**Records provided:**
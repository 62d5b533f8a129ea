import type { Run } from '../../../server/contract/runs';
import { boundaryDepths } from '../../charts/chart-data';
import { MISFIT_LABEL } from '../../runs/misfit-words';
import { settingsWords } from '../../runs/run-settings-words';
import { hasBeds } from '../../runs/run-standing';
import {
  formatLength,
  formatMisfit,
  formatMoment,
  formatPercent,
  formatSignificant,
  withUnit,
} from '../../ui/format';

export interface FactRow {
  label: string;
  /** One a run; empty where the run has no such fact. */
  values: string[];
  differs: boolean;
}

type FinishedRun = Run & { result: NonNullable<Run['result']> };
export const isFinished = (run: Run): run is FinishedRun => run.result !== null;

const DOES_NOT_APPLY = 'does not apply';
const NO_SUM = '–, cells';
const NOT_HAD = [DOES_NOT_APPLY, NO_SUM];

const row = (label: string, values: string[]): FactRow => ({
  label,
  values,
  // What a kind of ground cannot have differs from nothing; the kind itself does.
  differs: new Set(values.filter((value) => !NOT_HAD.includes(value))).size > 1,
});

/** How each run fits and what it sums to. */
export function outcomeRows(runs: readonly FinishedRun[]): FactRow[] {
  return [
    row(
      MISFIT_LABEL,
      runs.map((run) => formatMisfit(run.result.chi2PerReading)),
    ),
    row(
      'rms misfit',
      runs.map((run) => formatPercent(run.result.rmsPercent)),
    ),
    row(
      'S = Σh/ρ',
      runs.map((run) => sumOf(run, run.result.darZarrouk.totalConductanceS, 'S')),
    ),
    row(
      'T = Σhρ',
      runs.map((run) => sumOf(run, run.result.darZarrouk.totalResistanceOhmM2, 'Ω·m²')),
    ),
  ];
}

/**
 * Of the beds above the lowest, with the depth they reach to; one bed alone reaches to any depth and sums to nothing. The
 * grid of cells ends where it will, so their sum is set against none.
 */
function sumOf(run: FinishedRun, sum: number, unit: string): string {
  if (!hasBeds(run)) return NO_SUM;
  const depth = boundaryDepths(run.result.earth).at(-1);
  return depth === undefined
    ? 'none'
    : `${withUnit(formatSignificant(sum), unit)} down to ${withUnit(formatLength(depth), 'm')}`;
}

/** Facts that only a ground of beds, or only one of cells, is asked for. */
const OF_BEDS = ['Beds', 'Start', 'Held', 'Known beforehand', 'Thickness within'];
const OF_CELLS = ['Target'];

/** What stands where a fit was asked for nothing of its own. */
const USUAL: Record<string, string> = {
  Held: 'none',
  'Known beforehand': 'nothing',
  Branches: 'not shifted',
  Outliers: 'count in full',
};

function settingOf(run: FinishedRun, label: string): string {
  const isOfBeds = hasBeds(run);
  if ((isOfBeds ? OF_CELLS : OF_BEDS).includes(label)) return DOES_NOT_APPLY;
  const fact = settingsWords(run.settings).find((one) => one.label === label);
  if (fact) return fact.value;
  return label === 'Ground' && isOfBeds ? 'beds' : (USUAL[label] ?? 'as usual');
}

/** What each run was asked for, fact by fact in one order. */
export function settingRows(runs: readonly FinishedRun[]): FactRow[] {
  const labels = [
    ...new Set(runs.flatMap((run) => settingsWords(run.settings).map((fact) => fact.label))),
  ].toSorted((a, b) => Number(b === 'Ground') - Number(a === 'Ground'));
  return [
    row(
      'Readings',
      runs.map((run) => `revision ${run.revisionNumber}, ${run.readings.length} used`),
    ),
    ...labels.map((label) =>
      row(
        label,
        runs.map((run) => settingOf(run, label)),
      ),
    ),
    row(
      'Engine',
      runs.map((run) => run.engineVersion),
    ),
    // Who asked has no part in what comes out.
    {
      label: 'Asked by',
      values: runs.map((run) => `${run.requestedBy.name}, ${formatMoment(run.requestedAt)}`),
      differs: false,
    },
  ];
}
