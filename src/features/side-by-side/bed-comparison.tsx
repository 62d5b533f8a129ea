import type { Run } from '../../../server/contract/runs';
import { boundaryDepths } from '../../charts/chart-data';
import { BedSwatch } from '../../runs/bed-swatch';
import { hasBeds } from '../../runs/run-standing';
import { isRejected } from '../../runs/rejected-fit';
import { formatLength, formatRange, formatResistivity, withUnit } from '../../ui/format';
import { Cell, Table, TableBody, TableRow } from '../../ui/table';
import { RunHeads } from './run-heads';
import { tableWidth } from './table-width';

const RANGES_ASSUME = ', which assumes that the run explains the readings';

/** Bed by bed from the surface: value and 95 % range of each run. */
export function BedComparison({ runs }: { runs: readonly Run[] }) {
  const most = Math.max(
    ...runs.map((run) => (hasBeds(run) ? (run.result?.earth.resistivity.length ?? 0) : 0)),
  );
  if (most === 0) return null;
  return (
    <section aria-labelledby="beds-title">
      <h2 id="beds-title" className="mb-1 font-semibold">
        Beds{' '}
        <span className="ml-2 text-sm font-normal text-muted">
          value, and its 95&nbsp;% range below
          {runs.some((run) => isRejected(run.result)) ? RANGES_ASSUME : ''}
        </span>
      </h2>
      <Table caption="Beds of each run" className="table-fixed" style={tableWidth(runs.length)}>
        <RunHeads runs={runs} first="Bed" />
        <TableBody>
          {Array.from({ length: most }, (_, bed) => (
            <TableRow key={bed}>
              <Cell className="figure align-top">{bed + 1}</Cell>
              {runs.map((run) => (
                <Cell key={run.id} className="align-top">
                  <BedOfRun run={run} bed={bed} />
                </Cell>
              ))}
            </TableRow>
          ))}
        </TableBody>
      </Table>
    </section>
  );
}

function BedOfRun({ run, bed }: { run: Run; bed: number }) {
  const { result } = run;
  const resistivity = result?.earth.resistivity[bed];
  if (!hasBeds(run)) return <span className="text-muted">{bed === 0 ? 'cells, no beds' : ''}</span>;
  if (!result || resistivity === undefined) return <span className="text-muted">none</span>;
  const base = boundaryDepths(result.earth)[bed];
  return (
    <div className="py-0.5 leading-snug whitespace-nowrap">
      <p>
        <BedSwatch resistivity={resistivity} />{' '}
        <span className="figure">{withUnit(formatResistivity(resistivity), 'Ω·m')}</span>
      </p>
      <p className="figure text-sm text-muted">
        {formatRange(result.intervals.resistivity[bed] ?? [null, null])}
      </p>
      {base === undefined ? (
        <p className="mt-1 text-muted">to any depth</p>
      ) : (
        <>
          <p className="mt-1">
            base <span className="figure">{withUnit(formatLength(base), 'm')}</span>
          </p>
          <p className="figure text-sm text-muted">
            {formatRange(result.intervals.depth[bed] ?? [null, null])}
          </p>
        </>
      )}
    </div>
  );
}
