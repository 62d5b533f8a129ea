import type { Run } from '../../../server/contract/runs';
import { MISFIT_LABEL, MISFIT_TITLE } from '../../runs/misfit-words';
import { Sentence } from '../../ui/sentence';
import { Cell, Table, TableBody, TableRow } from '../../ui/table';
import type { FactRow } from './run-facts-table';
import { RunHeads } from './run-heads';
import { tableWidth } from './table-width';

export interface FactComparisonProps {
  title: string;
  runs: readonly Run[];
  rows: readonly FactRow[];
}

/** Facts of each run in one row; a row whose values differ is marked by weight and by word. */
export function FactComparison({ title, runs, rows }: FactComparisonProps) {
  return (
    <section aria-label={title}>
      <h2 className="mb-1 font-semibold">{title}</h2>
      <Table caption={title} className="table-fixed" style={tableWidth(runs.length)}>
        <RunHeads runs={runs} first="Of the run" />
        <TableBody>
          {rows.map((row) => (
            <TableRow key={row.label}>
              <Cell className="align-top text-muted">
                <span title={row.label === MISFIT_LABEL ? MISFIT_TITLE : undefined}>
                  <Sentence text={row.label} />
                </span>
                {row.differs ? <span className="block text-xs text-copper">differs</span> : null}
              </Cell>
              {row.values.map((value, i) => (
                <Cell
                  key={runs[i]?.id ?? i}
                  className={row.differs ? 'align-top font-semibold' : 'align-top'}
                >
                  <Sentence text={value} />
                </Cell>
              ))}
            </TableRow>
          ))}
        </TableBody>
      </Table>
    </section>
  );
}
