describe('beginning an interpretation', () => {
  it('makes one bed for each layer of the run', async () => {
    const made = await draft(await fittedSounding(geophysicist, 4));
    expect(made.beds.map((bed) => [bed.layerIndex, bed.role, bed.confidence, bed.ground])).toEqual(
      [0, 1, 2, 3].map((layer) => [layer, 'unknown', 'unstated', '']),
    );
    expect(made).toMatchObject({ state: 'draft', version: 1, events: [], runNumber: 1 });
    expect(made.can).toEqual({
      edit: true,
      submit: true,
      withdraw: false,
      decide: false,
      comment: true,
      discard: true,
    });
  });

  it('takes only a finished run of the same sounding', async () => {
    const [here, elsewhere] = [await fittedSounding(), await fittedSounding()];
    const path = `/soundings/${here.soundingId}/interpretations`;
    const foreign = await geophysicist.post(path, { runId: elsewhere.runId, title: 'Sand' });
    expect(foreign.body).toMatchObject({ status: 422, faults: [{ path: ['body', 'runId'] }] });
    const waiting = await createRun(db, here.soundingId, {
      requestedBy: idOf(geophysicist),
      finished: false,
    });
    const early = await geophysicist.post(path, { runId: waiting.id, title: 'Sand' });
    expect(early.body).toMatchObject({ status: 409, code: 'wrong-state' });
    expect(early.body.detail).toContain('queued');
  });

  it('lists the newest first', async () => {
    const given = await fittedSounding();
    const [older, newer] = [await draft(given), await draft(given)];
    const list = await hydrogeologist.get(`/soundings/${given.soundingId}/interpretations`);
    expect(list.body.items.map((one: Interpretation) => one.id)).toEqual([newer.id, older.id]);
  });
});

describe('editing', () => {
  it('keeps what is written, bed by bed', async () => {
    const made = await draft(await fittedSounding());
    const bed = {
      layerIndex: 1,
      ground: 'wet clay',
      role: 'aquitard',
      confidence: 'likely',
      otherCandidates: 'brackish sand',
    };
    const answer = await geophysicist.patch(
      `/interpretations/${made.id}`,
      { narrative: 'Clay between sands.', waterLevelDepthM: 4.25, beds: [bed] },
      1,
    );
    expect(answer.status).toBe(200);
    expect(answer.headers.etag).toBe('"2"');
    const after = await read(geophysicist, made);
    expect(after).toMatchObject({ narrative: 'Clay between sands.', waterLevelDepthM: 4.25, version: 2 });
    expect(after.title).toBe('Sand over clay');
    expect(after.beds[1]).toEqual(bed);
    expect(after.beds[0]).toEqual(made.beds[0]);
  });

  it('refuses beds that are no layers of the run, or come twice', async () => {
    const made = await draft(await fittedSounding());
    const bed = (layerIndex: number) => ({ ...made.beds[0], layerIndex });
    const answer = await geophysicist.patch(
      `/interpretations/${made.id}`,
      { beds: [bed(0), bed(3), bed(0)] },
      1,
    );
    expect(answer.status).toBe(422);
    expect(answer.body.faults).toMatchObject([
      { path: ['body', 'beds', 1, 'layerIndex'], found: '3', allowed: '0 to 2, each once' },
      { path: ['body', 'beds', 2, 'layerIndex'], message: 'is given twice' },
    ]);
  });

  it('tells of an edit by someone else and loses neither', async () => {
    const made = await draft(await fittedSounding());
    await geophysicist.patch(`/interpretations/${made.id}`, { title: 'First' }, 1);
    const answer = await geophysicist.patch(`/interpretations/${made.id}`, { title: 'Second' }, 1);
    expect(answer.body).toMatchObject({
      status: 409,
      code: 'conflict',
      current: { title: 'First', version: 2 },
    });
  });

  it('is refused from submission until it comes back', async () => {
    const made = await draft(await fittedSounding());
    const edit = async () => {
      const { version } = await read(geophysicist, made);
      return (await geophysicist.patch(`/interpretations/${made.id}`, { title: 'Other' }, version)).status;
    };
    await told(geophysicist, made, 'submitted');
    expect(await edit()).toBe(409);
    await told(geophysicist, made, 'withdrawn');
    expect(await edit()).toBe(200);
    await told(geophysicist, made, 'submitted');
    await told(hydrogeologist, made, 'changes-asked', { comment: 'Where is the water?' });
    expect(await edit()).toBe(200);
    await told(geophysicist, made, 'submitted');
    await told(hydrogeologist, made, 'accepted');
    expect(await edit()).toBe(409);
  });
});

describe('editing by others', () => {
  const edit = async (client: Client, one: Interpretation, title: string) => {
    const { version } = await read(client, one);
    return client.patch(`/interpretations/${one.id}`, { title }, version);
  };

  it('is for those who may submit; an analyst edits only what they began', async () => {
    const [analyst, colleague] = [
      await server.signInAs('analyst', survey.id),
      await server.signInAs('analyst', survey.id),
    ];
    const given = await fittedSounding();
    const theirs = await draft(given, analyst);
    expect((await edit(analyst, theirs, 'Mine')).status).toBe(200);
    expect((await edit(geophysicist, theirs, 'Better')).status).toBe(200);
    const ours = await draft(given);
    for (const one of [theirs, ours]) {
      const refused = await edit(colleague, one, 'Other');
      expect(refused.body).toMatchObject({ status: 403, code: 'forbidden' });
      expect(refused.body.detail).toContain(`this one is ${one.author.name}’s`);
      expect((await read(colleague, one)).can.edit).toBe(false);
      expect((await read(geophysicist, one)).can.edit).toBe(true);
    }
    expect((await read(analyst, theirs)).can.edit).toBe(true);
  });

  it('leaves one line for each stretch of edits by one person, and none for the author', async () => {
    const made = await draft(await fittedSounding());
    const other = await server.signInAs('geophysicist', survey.id);
    const lead = await server.signInAs('lead', survey.id);
    for (const person of [geophysicist, other, other, lead, lead, other]) await edit(person, made, 'Again');
    await told(hydrogeologist, made, 'commented', { comment: 'Which clay?' });
    await edit(other, made, 'Grey clay');
    const { events } = await read(geophysicist, made);
    expect(events.map((event) => [event.kind, event.actor.id])).toEqual([
      ['edited', idOf(other)],
      ['edited', idOf(lead)],
      ['edited', idOf(other)],
      ['commented', idOf(hydrogeologist)],
      ['edited', idOf(other)],
    ]);
    expect(events[0]?.actor.name).toBe(other.user?.name);
  });

  it('leaves no line where nothing was changed', async () => {
    const made = await draft(await fittedSounding());
    const other = await server.signInAs('geophysicist', survey.id);
    expect((await other.patch(`/interpretations/${made.id}`, { title: 'Late' }, 7)).status).toBe(409);
    expect((await read(geophysicist, made)).events).toEqual([]);
  });
});

describe('discarding', () => {
  const discard = (client: Client, { id }: Interpretation) => client.delete(`/interpretations/${id}`);

  it('is for its author, or a lead', async () => {
    const given = await fittedSounding();
    const [lead, other] = [
      await server.signInAs('lead', survey.id),
      await server.signInAs('geophysicist', survey.id),
    ];
    const [mine, theirs] = [await draft(given), await draft(given)];
    const refused = await discard(other, mine);
    expect(refused.body).toMatchObject({
      status: 403,
      detail: 'Only its author or a lead of the survey may discard an interpretation.',
    });
    expect((await read(other, mine)).can.discard).toBe(false);
    expect((await read(lead, theirs)).can.discard).toBe(true);
    expect((await discard(geophysicist, mine)).status).toBe(204);
    expect((await discard(lead, theirs)).status).toBe(204);
    expect((await discard(lead, theirs)).status).toBe(404);
    const list = await geophysicist.get(`/soundings/${given.soundingId}/interpretations`);
    expect(list.body.items).toEqual([]);
    const audited = await db('audit_event').where({ action: 'interpretation.discarded' }).orderBy('at');
    expect(audited.map((event) => [event.actor_id, event.details.interpretationId])).toEqual([
      [idOf(geophysicist), mine.id],
      [idOf(lead), theirs.id],
    ]);
  });

  it('is refused once there is a history, which is kept', async () => {
    const given = await fittedSounding();
    const inReview = await draft(given);
    await told(geophysicist, inReview, 'submitted');
    const cameBack = await draft(given);
    await told(geophysicist, cameBack, 'submitted');
    await told(geophysicist, cameBack, 'withdrawn');
    const spokenOf = await draft(given);
    await told(hydrogeologist, spokenOf, 'commented', { comment: 'Which clay?' });
    for (const [one, detail] of [
      [inReview, 'It cannot be discarded: it is in review.'],
      [cameBack, 'It cannot be discarded: it was submitted once, and what was submitted is kept.'],
      [spokenOf, 'It cannot be discarded: it was commented on or edited by others, and its history is kept.'],
    ] as const) {
      expect((await read(geophysicist, one)).can.discard).toBe(false);
      expect((await discard(geophysicist, one)).body).toMatchObject({
        status: 409,
        code: 'wrong-state',
        detail,
      });
    }
  });
});

describe('review', () => {
  it('goes from draft to accepted, and a newer one takes its place', async () => {
    const given = await fittedSounding();
    const first = await draft(given);
    const submitted = await told(geophysicist, first, 'submitted', { comment: 'Please look.' });
    expect(submitted.state).toBe('in-review');
    expect(submitted.can).toMatchObject({ edit: false, submit: false, withdraw: true });
    expect((await read(hydrogeologist, first)).can.decide).toBe(true);
    const accepted = await told(hydrogeologist, first, 'accepted');
    expect(accepted.state).toBe('accepted');
    expect(accepted.events.map((event) => [event.kind, event.actor.id])).toEqual([
      ['submitted', idOf(geophysicist)],
      ['accepted', idOf(hydrogeologist)],
    ]);
    const second = await draft(given);
    await told(geophysicist, second, 'submitted');
    await told(hydrogeologist, second, 'accepted');
    const superseded = await read(geophysicist, first);
    expect(superseded.state).toBe('superseded');
    expect(superseded.events.at(-1)?.kind).toBe('superseded');
  });

  it('refuses moves that its state does not allow', async () => {
    const made = await draft(await fittedSounding());
    const early = await tell(hydrogeologist, made, 'accepted');
    expect(early.body).toMatchObject({ status: 409, code: 'wrong-state' });
    expect(early.body.detail).toBe('It cannot be accepted: it is a draft.');
    expect((await tell(geophysicist, made, 'withdrawn')).status).toBe(409);
    await told(geophysicist, made, 'submitted');
    expect((await tell(geophysicist, made, 'submitted')).status).toBe(409);
  });

  it('lets nobody who wrote, edited or submitted it decide, whatever role they get later', async () => {
    const writer = await server.signInAs('analyst', survey.id);
    const editor = await server.signInAs('geophysicist', survey.id);
    const submitter = await server.signInAs('geophysicist', survey.id);
    const made = await draft(await fittedSounding(), writer);
    await editor.patch(`/interpretations/${made.id}`, { narrative: 'Sand.' }, 1);
    await told(submitter, made, 'submitted');
    for (const person of [writer, editor, submitter]) {
      await db('survey_member')
        .where({ survey_id: survey.id, user_id: idOf(person) })
        .update({ role: 'hydrogeologist' });
      const seen = await read(person, made);
      expect(seen.can.decide).toBe(false);
      expect(seen.decideRefusal).toMatch(/^You wrote or submitted/);
      for (const kind of ['accepted', 'changes-asked']) {
        const answer = await tell(person, made, kind, { comment: 'Fine.' });
        expect(answer.body).toMatchObject({ status: 403, detail: seen.decideRefusal });
      }
    }
    expect((await read(hydrogeologist, made)).decideRefusal).toBeNull();
  });

  it('lets nobody decide on a run they asked for', async () => {
    const requester = await server.signInAs('geophysicist', survey.id);
    const made = await draft(await fittedSounding(requester));
    await told(geophysicist, made, 'submitted');
    await db('survey_member')
      .where({ user_id: idOf(requester) })
      .update({ role: 'hydrogeologist' });
    const answer = await tell(requester, made, 'accepted');
    expect(answer.status).toBe(403);
    expect(answer.body.detail).toMatch(/^You asked for the run/);
  });

  it('freezes the statement and its run at each submission', async () => {
    const made = await draft(await fittedSounding());
    await told(geophysicist, made, 'submitted');
    await told(hydrogeologist, made, 'changes-asked', { comment: 'Name it better.' });
    const { version } = await read(geophysicist, made);
    await geophysicist.patch(`/interpretations/${made.id}`, { title: 'Better name' }, version);
    await told(geophysicist, made, 'submitted');
    const events = await db('review_event').where({ interpretation_id: made.id }).orderBy('id');
    const snapshots = events.filter((event) => event.snapshot).map((event) => event.snapshot);
    expect(snapshots.map((one) => one.title)).toEqual(['Sand over clay', 'Better name']);
    expect(snapshots[0].beds).toEqual(made.beds);
    expect(snapshots[0].run).toMatchObject({ runId: made.runId, result: { engine: expect.any(String) } });
    expect(snapshots[0].run.input.readings).toHaveLength(12);
  });

  it('asks for words with a request for changes', async () => {
    const made = await draft(await fittedSounding());
    await told(geophysicist, made, 'submitted');
    const answer = await tell(hydrogeologist, made, 'changes-asked', { comment: ' ' });
    expect(answer.body).toMatchObject({ status: 422, faults: [{ path: ['body', 'comment'] }] });
  });

  it('refuses a decision on another version than the one that was read', async () => {
    const made = await draft(await fittedSounding());
    const seen = await told(geophysicist, made, 'submitted');
    await told(geophysicist, made, 'withdrawn');
    await told(geophysicist, made, 'submitted');
    const stale = await tell(hydrogeologist, made, 'accepted', { version: seen.version });
    expect(stale.body).toMatchObject({ status: 409, code: 'conflict', current: { state: 'in-review' } });
    await told(hydrogeologist, made, 'accepted', { version: seen.version + 2 });
  });

  it('accepts one after the other at the same moment, so that one stands', async () => {
    const given = await fittedSounding();
    const all = await Promise.all(Array.from({ length: 6 }, () => draft(given)));
    await Promise.all(all.map((one) => told(geophysicist, one, 'submitted')));
    await Promise.all(all.map((one) => told(hydrogeologist, one, 'accepted')));
    const states = await Promise.all(all.map(async (one) => (await read(geophysicist, one)).state));
    expect(states.filter((state) => state === 'accepted')).toHaveLength(1);
    expect(states.filter((state) => state === 'superseded')).toHaveLength(5);
  });

  it('takes comments in every state and leaves the state alone', async () => {
    const made = await draft(await fittedSounding());
    const after = await told(hydrogeologist, made, 'commented', { comment: 'Which clay?' });
    expect(after).toMatchObject({ state: 'draft', version: 1, events: [{ comment: 'Which clay?' }] });
  });
});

**Problem to work on:** Within the listing above, say how many lines contain the string "orderBy". Reply with the number only.

**Task response:** 2